Nelly's voice faltered, and she could find no farther expression, save by throwing her arms round the old woman's neck and hugging and kissing her in true Irish fashion.
"Sure you was but a child; and one don't expect gray heads on young shoulders," said granny, taking Nelly on her knee, as if she had been still a baby. "And it's true for you, Nelly. Your granny hasn't always done the right thing by you. But I think I have lived in a kind of dream all my life, dear," she continued. "I have always been thinking and thinking of going back to Ireland and being a great lady; but I'm thinking I shall go to a better country first, my dear."

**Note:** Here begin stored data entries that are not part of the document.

"""Matched filters along a stretch of samples, their noise and their false alarms."""

from __future__ import annotations

import numpy as np

SIGMA_PER_FWHM = 1.0 / 2.354820045


def gaussian_kernel(fwhm: float) -> np.ndarray:
    """Gaussian of ``fwhm`` samples, peak 1, out to 3 sigma, odd length."""
    sigma = fwhm * SIGMA_PER_FWHM
    half = max(1, int(np.ceil(3.0 * sigma)))
    x = np.arange(-half, half + 1)
    return np.exp(-0.5 * (x / sigma) ** 2)


def curvature_kernel(fwhm: float) -> np.ndarray:
    """Minus the second derivative of a Gaussian, zero sum: blind to level and slope."""
    sigma = fwhm * SIGMA_PER_FWHM
    half = max(2, int(np.ceil(4.0 * sigma)))
    x = np.arange(-half, half + 1) / sigma
    kernel = (1.0 - x**2) * np.exp(-0.5 * x**2)
    return kernel - kernel.mean()


def noise_gain(kernel: np.ndarray, correlation: np.ndarray) -> float:
    """Standard deviation of filtered unit noise with the given autocorrelation."""
    return float(np.sqrt(max(filtered_correlation(kernel, correlation, 0), 1e-12)))


def filtered_correlation(kernel, correlation, lag: int) -> float:
    """Autocovariance at ``lag`` of unit noise after the filter."""
    own = np.correlate(kernel, kernel, mode="full")
    both = np.r_[correlation[:0:-1], correlation]
    full = np.convolve(own, both)
    middle = len(full) // 2 + lag
    return float(full[middle]) if middle < len(full) else 0.0


def exceed_rate(threshold: float, rho: float) -> float:
    """Up-crossings of ``threshold`` per sample of unit Gaussian noise, neighbours at rho.

    P(z_i < u, z_i+1 >= u) by quadrature: the discrete form of Rice (1945, Bell Syst.
    Tech. J. 24, 46), which holds for coarse sampling too.
    """
    x = threshold + np.linspace(0.0, 8.0, 801)
    density = np.exp(-0.5 * x**2) / np.sqrt(2.0 * np.pi)
    spread = np.sqrt(max(1.0 - rho**2, 1e-12))
    rate = density * normal_cdf((threshold - rho * x) / spread)
    return float((rate.sum() - 0.5 * rate[0]) * (x[1] - x[0]))


def normal_cdf(x):
    """Gaussian integral, Abramowitz & Stegun 7.1.26 (error below 1e-7)."""
    z = np.abs(x) / np.sqrt(2.0)
    t = 1.0 / (1.0 + 0.3275911 * z)
    poly = t * (0.254829592 + t * (-0.284496736 + t * (
        1.421413741 + t * (-1.453152027 + t * 1.061405429))))
    tail = 0.5 * poly * np.exp(-z * z)
    return np.where(np.asarray(x) > 0, 1.0 - tail, tail)


def pooled(pieces):
    """Pieces of like correlation added up: (samples, rho) in steps of pi/256 of arccos(rho)."""
    sums: dict[int, float] = {}
    for n, rho in pieces:
        key = round(np.arccos(np.clip(rho, -1, 1)) * 64 / np.pi * 4)
        sums[key] = sums.get(key, 0.0) + n
    return [(n, float(np.cos(key * np.pi / 256))) for key, n in sums.items()]


def expected_false(threshold: float, pieces) -> float:
    """False peaks and troughs expected in noise; pieces: (samples, rho of neighbours)."""
    return float(sum(2.0 * n * exceed_rate(threshold, rho) for n, rho in pooled(pieces)))


def threshold_for(pieces, wanted: float = 1.0) -> float:
    """Significance at which ``wanted`` false features are expected, at least 3."""
    low, high = 3.0, 8.0
    if expected_false(low, pieces) <= wanted:
        return low
    for _ in range(30):
        middle = 0.5 * (low + high)
        if expected_false(middle, pieces) > wanted:
            low = middle
        else:
            high = middle
    return high
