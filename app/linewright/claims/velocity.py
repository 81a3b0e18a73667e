"""The velocities at which a spectrum's lines stand: star, nebula, air, interstellar gas."""

from __future__ import annotations

import numpy as np

from ..lines.catalogue import ORIGINS
from ..spectra.medium import C_KM_S
from .features_in import position_error
from .problem import inside
from .voting import OUTLIER_SHARE, Vote, line_weights, summarise, vote

VOTERS = 240  # strongest features that vote
TELLURIC_RANGES = np.array(  # vacuum Angstrom; O2 and H2O bands (method: required lists)
    [
        [5874.0, 6002.0],
        [6276.0, 6323.0],
        [6465.0, 6605.0],
        [6865.0, 6965.0],
        [7100.0, 7420.0],
        [7590.0, 7715.0],
        [8080.0, 8420.0],
        [8850.0, 9950.0],
        [10700.0, 11100.0],
    ]
)
ORDINARY_SHIFT = 33.0  # km/s: the largest barycentric correction, with the Earth's rotation
MOSTLY_STELLAR = 0.8  # share of the features in telluric bands that are the star's
CLEAR = 0.9  # share of its blend from which a line stands alone
UNUSUAL = 40.0  # log-likelihood an extraordinary shift must make up for
FRAME_SHIFT = {"topocentric": 1.5, "geocentric": 1.5, "heliocentric": 33.0,
               "barycentric": 33.0}


def typical_width(features) -> float:
    """Median FWHM of the features in km/s; 0 where none is measured."""
    known = np.isfinite(features.fwhm) & (features.fwhm > 0)
    if not np.any(known):
        return 0.0
    return float(C_KM_S * np.median(features.fwhm[known] / features.wave[known]))


def strongest(features, sign: int, count: int = VOTERS, where=None):
    """Row indices of the ``count`` most significant features of one sign: by equivalent
    width, else by depth; spread evenly over the table where neither is measured."""
    rows = np.nonzero((features.sign == sign) if where is None else (features.sign == sign) & where)[0]
    if len(rows) <= count:
        return rows
    weight = np.abs(np.nan_to_num(features.ew[rows]))
    if not np.any(weight):
        weight = np.abs(np.nan_to_num(features.depth[rows]))
    weight = weight + 1e-3 * np.nan_to_num(features.significance[rows])
    if not np.any(weight):
        return rows[(np.arange(count) * len(rows)) // count]
    return np.sort(rows[np.argsort(-weight, kind="stable")[:count]])


def vote_sigma(features, rows):
    """Errors for voting: centroid, a share of the width, and a list error of 5 mA."""
    width = np.nan_to_num(features.fwhm[rows])
    return np.sqrt(position_error(features)[rows] ** 2 + (0.03 * width) ** 2 + 0.005**2)


def stellar_vote(features, catalogue, strength, velocity_range, behind: int = 0) -> Vote:
    """Vote of the strongest absorption features outside telluric bands.

    strength: (n,) absorption strength per catalogue row (NaN elsewhere); behind: lines that
    stand behind the table, where the features are no selection by strength.
    """
    outside = ~inside(features.wave, TELLURIC_RANGES)
    rows = strongest(features, 1, where=outside)
    if len(rows) < 3:
        rows = strongest(features, 1)
    return _vote(features, rows, catalogue, strength, velocity_range, behind=behind)


def emission_vote(features, catalogue, velocity_range) -> Vote:
    """Vote of the strongest emission features against the nebular list."""
    rows = strongest(features, -1, 40)
    strength = np.where(catalogue.origin == ORIGINS.index("nebular"), catalogue.emission, np.nan)
    return _vote(features, rows, catalogue, strength, velocity_range)


def telluric_vote(features, catalogue, frame: str, velocity_range) -> Vote:
    """Vote of features in telluric bands against the telluric list."""
    limit = FRAME_SHIFT.get(frame)
    span = velocity_range if limit is None else (-limit, limit)
    rows = strongest(features, 1, 400, where=inside(features.wave, TELLURIC_RANGES))
    strength = np.where(
        catalogue.origin == ORIGINS.index("telluric"), np.log10(catalogue.depth_ref), np.nan
    )
    result = _vote(features, rows, catalogue, strength, span, outliers=MOSTLY_STELLAR)
    return _near_observer(result, limit)


def _near_observer(result: Vote, limit: float | None) -> Vote:
    """Where the frame is not known, shifts no barycentric correction gives must earn it."""
    if limit is not None or not np.isfinite(result.velocity):
        return result
    beyond = np.maximum(np.abs(result.grid) - ORDINARY_SHIFT, 0.0) / ORDINARY_SHIFT
    penalty = np.minimum(20.0 * beyond, UNUSUAL)
    return summarise(result.grid, result.score - penalty, result.width)


def _vote(features, rows, catalogue, strength, velocity_range, **how) -> Vote:
    usable = np.nonzero(np.isfinite(strength))[0]
    if len(rows) == 0 or len(usable) == 0:
        nothing = np.array([velocity_range[0], velocity_range[1]], dtype=float)
        return Vote(float("nan"), float("nan"), 0.0, (), nothing, np.zeros(2))
    low = features.wave[rows].min() / (1 + velocity_range[1] / C_KM_S) - 1.0
    high = features.wave[rows].max() / (1 + velocity_range[0] / C_KM_S) + 1.0
    usable = usable[(catalogue.wave[usable] >= low) & (catalogue.wave[usable] <= high)]
    weight = line_weights(strength[usable], max(1.5 * len(rows), how.get("behind", 0)))
    keep = weight > 0.01
    return vote(
        features.wave[rows],
        vote_sigma(features, rows),
        catalogue.wave[usable][keep],
        weight[keep],
        velocity_range,
        how.get("outliers", OUTLIER_SHARE),
    )


def refine(solution, component: int) -> tuple[float, float]:
    """(shift, error) in km/s of a component from its confident pairs; (0, nan) if too few.

    All of them make the mean, but its error is that of the lines standing clear alone: the
    places of blends hang on the list's strengths and on which of its lines are taken for
    them, which the same list gets wrong together.
    """
    entry_component = solution.problem.entries.component[solution.entry]
    sure = (entry_component == component) & (solution.probability > 0.8)
    sure &= np.abs(solution.offset_sigma) < 3.0
    if np.sum(sure) < 3:
        return 0.0, float("nan")
    wave = solution.problem.features.wave[solution.feature[sure]]
    sigma = C_KM_S * solution.sigma[sure] / wave
    shift = solution.offset_sigma[sure] * sigma
    weight = 1.0 / sigma**2
    mean = float(np.sum(weight * shift) / np.sum(weight))
    scatter = 1.4826 * float(np.median(np.abs(shift - mean) / sigma))
    clear = _clear(solution, sure)
    witnesses = max(float(np.sum(weight[clear])), float(np.max(weight)))
    return mean, float(max(scatter, 1.0) / np.sqrt(witnesses))


def _clear(solution, pairs):
    """Which of the pairs (p,) have a line all but alone in a feature that no other disturbs."""
    share = solution.groups.share[solution.entry[pairs]]
    return (share > CLEAR) & ~solution.problem.features.crowded[solution.feature[pairs]]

"You don't feel sick, do you, granny?" asked Nelly, anxiously.
"No, dear. I have my health wonderful for an old woman of seventy-four. But yet I am old, you know; and, of course, I have not as long to live as I had forty years ago; and it becomes me to be thinking about the place where I am hoping to go."
"I think it is much pleasanter to think about going to heaven than about going back to Ireland, because that is a thing one can be sure about," said Nelly. "And one never can be sure about any thing in this world, because, somehow, the most likely things are the very ones that never happen."
"And have ye just found that out?" said the old woman, smiling at Nelly's very Irish mode of stating the matter. "That's a discovery was made some years before you were born or thought of, my Lady Eleanor. But it's true, for all that; and a good thing it is to think of. And glad and proud I am to see my Nelly trusted and honoured. So now put away your work a while, and read me another chapter before I go to bed."
Nelly met with only one more serious trouble this year; and that came through her old friend Kitty Brown. Kitty had been for a time rather shy of Nelly. She had formerly found it very pleasant to have some one to patronize; and she could not help feeling rather aggrieved that Nelly had so soon mounted over her head, and was earning so much larger wages than herself. She forgot, as girls are apt to do, that she was receiving board as well as wages. She fancied that Nelly was "stuck up" and looked down upon her (which certainly was not the case); and in her own heart she magnified what she had done for her friend, and denounced Nelly's ingratitude in bitter terms. But as Nelly continued to treat her in exactly the same way as before, she by degrees dropped her coldness and stiffness, and returned to her former friendly manner. Mrs. Powers frequently sent her down town upon errands, and she fell into the habit of running into Mrs. Kirkland's store to gossip with Nelly and stare at the customers, thus wasting her own time as well as that of her friend.